37 of 40 people found the following review helpful By Azlan Adnan on November 30, 1999
Format: Paperback
This book won the 1998 Best Book Award by the American Association for History and Computing. It not only provides a comprehensive account of the history of electronic communications from telegraphy to the Internet, but also offers a model with which to understand the processes of change in the technologies of communication.
The purpose of book is not only to explicate a fuller account of what actually occurred in the telecommunications past but also to offer an interpretation, necessarily synthetic and revisionist, of those occurrences. The model offers an understanding of the history and the current position of communications in our culture. This understanding is not solely dependent on the performance of technology, but is also heavily dependent on an examination of the operation of the social necessities and constraints.

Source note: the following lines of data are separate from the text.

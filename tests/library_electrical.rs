//! The library loader checks the optional electrical data of characterised
//! libraries (docs/device-data.md) and still loads libraries without it.

use ribbonmap::device::library_write::library_text;
use ribbonmap::device::{characterize, read_kit};
use ribbonmap::library::Library;
use serde_json::Value;
use std::path::Path;

fn characterised() -> Value {
    let kit = Path::new(env!("CARGO_MANIFEST_DIR")).join("libraries/devices/demo/demo.json");
    let ch = characterize(read_kit(&kit).unwrap()).unwrap();
    serde_json::from_str(&library_text(&ch, Path::new("."))).unwrap()
}

fn load(value: &Value) -> Result<Library, String> {
    Library::from_json_str(&serde_json::to_string_pretty(value).unwrap(), "lib.json")
        .map_err(|e| e.to_string())
}

#[test]
fn characterised_and_plain_libraries_load() {
    let value = characterised();
    load(&value).unwrap();
    // Without the electrical blocks and the derived_from record it is an
    // ordinary library and loads as before.
    let mut plain = value.clone();
    plain.as_object_mut().unwrap().remove("derived_from");
    for cell in plain["cells"].as_array_mut().unwrap() {
        cell.as_object_mut().unwrap().remove("electrical");
    }
    load(&plain).unwrap();
}

#[test]
fn bad_electrical_blocks_are_named() {
    let value = characterised();
    let mut v = value.clone();
    v["cells"][0]["electrical"]["vol_v"] = Value::from(0.5);
    let e = load(&v).unwrap_err();
    assert!(e.contains("electrical") && e.contains("vol_v"), "{e}");

    let mut v = value.clone();
    v["cells"][3]["electrical"]["row_output_v"] = Value::from(vec![0.1, 0.1]);
    let e = load(&v).unwrap_err();
    assert!(e.contains("row_output_v has 2 values"), "{e}");

    let mut v = value.clone();
    v["cells"][3]["electrical"]["colour"] = Value::from("red");
    let e = load(&v).unwrap_err();
    assert!(e.contains("colour"), "{e}");

    let mut v = value.clone();
    v["cells"][3]["electrical"]["pull_up"]["sha256"] = Value::from("abc");
    let e = load(&v).unwrap_err();
    assert!(e.contains("64 hex digits"), "{e}");

    let mut v = value;
    v["derived_from"]["kit"] = Value::from(3);
    let e = load(&v).unwrap_err();
    assert!(e.contains("derived_from"), "{e}");
}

Brian Winston's fascinating account challenges the popular myth of a present-day `information revolution' in communications technology by highlighting the long histories of such developments. The fax was introduced in 1884. Digitalization was demonstrated in 1938. Even the concept of the `web' dates back to 1945.
In Part I, the author applies the model to the electrical systems of communication, the telegraph and the telephone. Then, in Part II, radio and television are dealt with. Part III is concerned with computing while Part IV looks at the whole development of electrical and electronic networks from the telegraph to the Internet. The conclusion suggestions, via a consideration of the current state of research into holography, that the model is still valid.
This book is essential reading for anyone interested in the social impact of technological change.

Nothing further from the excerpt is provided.